**** Provided records ****

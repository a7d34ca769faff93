"""Widget computations checked against published formulas and physics."""

from __future__ import annotations

import numpy as np
import pytest
import skrf
from skrf.media import DefinedGammaZ0

from probelog.verdicts import CheckResult, Verdict
from probelog.tui.widgets.bigtext import GLYPHS, render_big
from probelog.tui.widgets.die_map import SHADES, shade_index
from probelog.tui.widgets.logbook import JournalTail, describe
from probelog.tui.widgets.smith import Canvas, densify, polar_grid, rotation_sense, smith_grid, z_to_gamma
from probelog.tui.widgets.sweep_plot import cap_points, magnitude_db
from probelog.tui.widgets.tip_wear import wear_state
from probelog.tui.widgets.verdict_board import checks_table, format_figure


@pytest.mark.parametrize("r", [0.2, 0.5, 1.0, 2.0, 5.0])
def test_constant_resistance_points_lie_on_their_smith_circle(r):
    # Pozar, Microwave Engineering, section 2.4 (from memory): the r = const circle has
    # centre (r/(1+r), 0) and radius 1/(1+r) in the Gamma plane.
    x = np.linspace(-20, 20, 201)
    g = z_to_gamma(r + 1j * x)
    assert np.allclose(np.abs(g - r / (1 + r)), 1 / (1 + r))


@pytest.mark.parametrize("x", [0.5, 1.0, 2.0])
def test_constant_reactance_points_lie_on_their_smith_arc(x):
    # Pozar section 2.4 (from memory): x = const circles have centre (1, 1/x), radius 1/x.
    r = np.linspace(0, 30, 201)
    g = z_to_gamma(r + 1j * x)
    assert np.allclose(np.abs(g - (1 + 1j / x)), 1 / x)


def test_grids_stay_inside_the_unit_circle():
    # A passive load has |Gamma| <= 1 (physical law: no power gain).
    assert np.abs(smith_grid()).max() <= 1 + 1e-9
    assert np.abs(polar_grid()).max() <= 1 + 1e-9


def test_open_stub_turns_clockwise_and_a_time_reversed_trace_does_not():
    # Foster's reactance theorem: the reactance of a lossless one-port rises with
    # frequency, so its reflection moves clockwise on the Smith chart.
    freq = skrf.Frequency(1, 60, 121, unit="GHz")
    beta = 2 * np.pi * freq.f / 299_792_458.0  # lossless air line, rad/m
    media = DefinedGammaZ0(freq, z0_port=50, z0=50, gamma=1j * beta)
    stub = media.line(1.5e-3, "m") ** media.open()
    gamma = stub.s[:, 0, 0]
    assert rotation_sense(gamma) < 0
    assert rotation_sense(gamma[::-1]) > 0
    # round-trip phase 2*beta*l at 60 GHz minus at 1 GHz
    expected = -np.rad2deg(2 * (beta[-1] - beta[0]) * 1.5e-3)
    assert rotation_sense(gamma) == pytest.approx(expected, rel=1e-6)


def test_canvas_keeps_circles_round():
    # braille dots are 2 x 4 per cell and a terminal cell is about 1:2, so the unit
    # circle must span the same number of dots across and down (common practice, no source).
    canvas = Canvas(30, 15)
    col, row = canvas.to_dots(np.exp(1j * np.linspace(0, 2 * np.pi, 2000)))
    assert abs((col.max() - col.min()) - (row.max() - row.min())) <= 1


def test_canvas_sets_the_braille_bit_of_each_point():
    # Unicode braille patterns: dot 1 (top-left) is bit 0x01, dot 8 (bottom-right) is 0x80.
    canvas = Canvas(1, 1)
    canvas.radius = 1.0
    bits = canvas.layer(np.array([-0.5 + 1.5j]))  # top-left dot of the only cell
    assert bits[0, 0] == 0x01


def test_densify_keeps_ends_and_interpolates_linearly():
    g = densify(np.array([0 + 0j, 1 + 1j]), per_step=4)
    assert g[0] == 0 and g[-1] == 1 + 1j
    assert np.allclose(g, np.linspace(0, 1, 5) * (1 + 1j))


def test_magnitude_in_db_is_twenty_log():
    # dB = 20 log10 |S| (IEEE Std 100 definition of the decibel for field quantities).
    assert magnitude_db(np.array([0.1, 1.0, 1j * 0.5])) == pytest.approx([-20.0, 0.0, -6.0206], abs=1e-4)
    assert magnitude_db(np.array([0.0]))[0] == -120.0


def test_point_cap_keeps_first_point_and_at_most_the_cap():
    keep = cap_points(10_001, 401)
    picked = np.arange(10_001)[keep]
    assert picked[0] == 0 and picked.size <= 401
    assert np.arange(200)[cap_points(200, 401)].size == 200


def test_shades_span_the_range():
    assert shade_index(0.0, 0.0, 1.0) == 0
    assert shade_index(1.0, 0.0, 1.0) == len(SHADES) - 1
    assert shade_index(0.5, 0.0, 1.0) == 2
    assert shade_index(float("nan"), 0.0, 1.0) == 0


def test_wear_states():
    assert wear_state(10, 100) == "ok"
    assert wear_state(80, 100) == "worn"
    assert wear_state(100, 100) == "spent"


def test_big_glyph_rows_are_even_and_words_render():
    for ch, rows in GLYPHS.items():
        assert len({len(r) for r in rows}) == 1, ch
    rows = render_big("FAIL")
    assert len(rows) == 3 and len({len(r) for r in rows}) == 1


def test_check_rows_carry_word_symbol_figure_and_limit():
    from rich.console import Console

    c = CheckResult("contact", Verdict.FAIL, -0.4, -10.0, 6e9, "port 1 looks open", "dB")
    console = Console(width=120, record=True)
    console.print(checks_table([c]))
    text = console.export_text()
    assert "✖ FAIL" in text and "-0.4 dB" in text and "-10 dB" in text and "6.0 GHz" in text
    assert format_figure(None, "dB") == "—"


def test_journal_tail_waits_for_a_torn_line(tmp_path):
    path = tmp_path / "journal.jsonl"
    path.write_bytes(b'{"seq":1,"type":"note","payload":{"text":"a"}}\n{"seq":2,"ty')
    tail = JournalTail(path)
    assert [e.seq for e in tail.read_new()] == [1]
    with path.open("ab") as fh:
        fh.write(b'pe":"note","payload":{"text":"b"}}\n')
    events = tail.read_new()
    assert [e.seq for e in events] == [2]
    assert "“b”" in describe(events[0]).plain


def test_cautions_reflow_joins_continuations_and_keeps_every_word():
    from probelog.engine.types import CAUTIONS
    from probelog.tui.screens.cautions import reflow

    out = reflow(CAUTIONS)
    assert out.split() == CAUTIONS.split()  # nothing lost or reordered
    assert not any(line.startswith(" ") for line in out.splitlines())
    assert len(out.splitlines()) == sum(1 for ln in CAUTIONS.splitlines() if not ln.startswith("  "))
    assert reflow("- one\n  two\n- three") == "- one two\n- three"


def test_the_board_names_what_each_contact_figure_measures():
    """Found in tmux on the demo: a raw thru's contact row read '|Sii| worst port
    -0.668 dB, limit -10 dB' (it is the thru's transmission), and the physics
    check's '7.22 x allowance, limit 1' read as failing (higher passes there)."""
    from probelog.checks import Limits
    from probelog.standard_checks import transmission_contact
    from probelog.tui.widgets.verdict_board import quantity_of

    freq = skrf.Frequency(1, 110, 56, unit="GHz")
    media = DefinedGammaZ0(freq, z0_port=50, z0=50, gamma=1j * 2 * np.pi * freq.f / 299_792_458.0)
    thru = media.line(1e-3, "m")  # a lossless matched line: |S21| = 0 dB (physics)
    result = transmission_contact(thru, Limits())
    assert result.verdict is Verdict.PASS and result.unit == "dB"
    assert quantity_of(result) == "raw |S21| ≥ limit"
    # the physics contact check's wording (probelog.contact, copied here): higher passes
    phys = CheckResult("contact", Verdict.PASS, 7.22, 1.0, 1.5e9,
                       "port 1 departs from the probe short (7.22 x the allowance at 1.5 GHz)", "x allowance")
    assert quantity_of(phys) == "off the probe short ≥ limit"
    # a corrected line's transmission signature (probelog.checks.signature wording)
    line = CheckResult("contact", Verdict.PASS, -1.2, -10.0, 2e9, "signal passes (lowest |S21| -1.20 dB up to 10 GHz)",
                       "dB")
    assert quantity_of(line) == "|S21| ≥ limit"
    # a matched site's reflection signature is still a reflection (lower passes)
    refl = CheckResult("contact", Verdict.PASS, -25.0, -10.0, 2e9, "worst |Sii| -25.0 dB: landed", "dB")
    assert quantity_of(refl) == "|Sii| worst port"


def test_a_die_finished_with_a_kept_fail_is_finished_for_goto_and_skip():
    """Die status has six values (probelog.state); the go-to refusal and the
    die-skip guard each listed three finished ones by hand and missed
    'accepted-despite-fail', so the engine was asked to land on, or skip, a die
    with nothing left (its refusal ended in an error dialog)."""
    from types import SimpleNamespace

    from probelog import state as st
    from probelog.tui.screens.probe_text import goto_refusal

    for status in (st.DONE, st.SKIPPED, st.FAILED, st.ACCEPTED_DESPITE_FAIL):
        engine = SimpleNamespace(phase="PROBING", wafer_status={(2, 3): status})
        assert goto_refusal(engine, (2, 3), busy=False) == f"die 2,3 is {status}: nothing left to land on"
    for status in (st.NOT_STARTED, st.PARTIAL):
        engine = SimpleNamespace(phase="PROBING", wafer_status={(2, 3): status})
        assert goto_refusal(engine, (2, 3), busy=False) is None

****

» Directions: Reproduce, exactly as they stand in the data above, the lines from the one that holds "assert out.split() == CAUTIONS.split()" to the one that holds "read '|Sii| worst port", inclusive.

» Exercise solution:
    assert out.split() == CAUTIONS.split()  # nothing lost or reordered
    assert not any(line.startswith(" ") for line in out.splitlines())
    assert len(out.splitlines()) == sum(1 for ln in CAUTIONS.splitlines() if not ln.startswith("  "))
    assert reflow("- one\n  two\n- three") == "- one two\n- three"


def test_the_board_names_what_each_contact_figure_measures():
    """Found in tmux on the demo: a raw thru's contact row read '|Sii| worst port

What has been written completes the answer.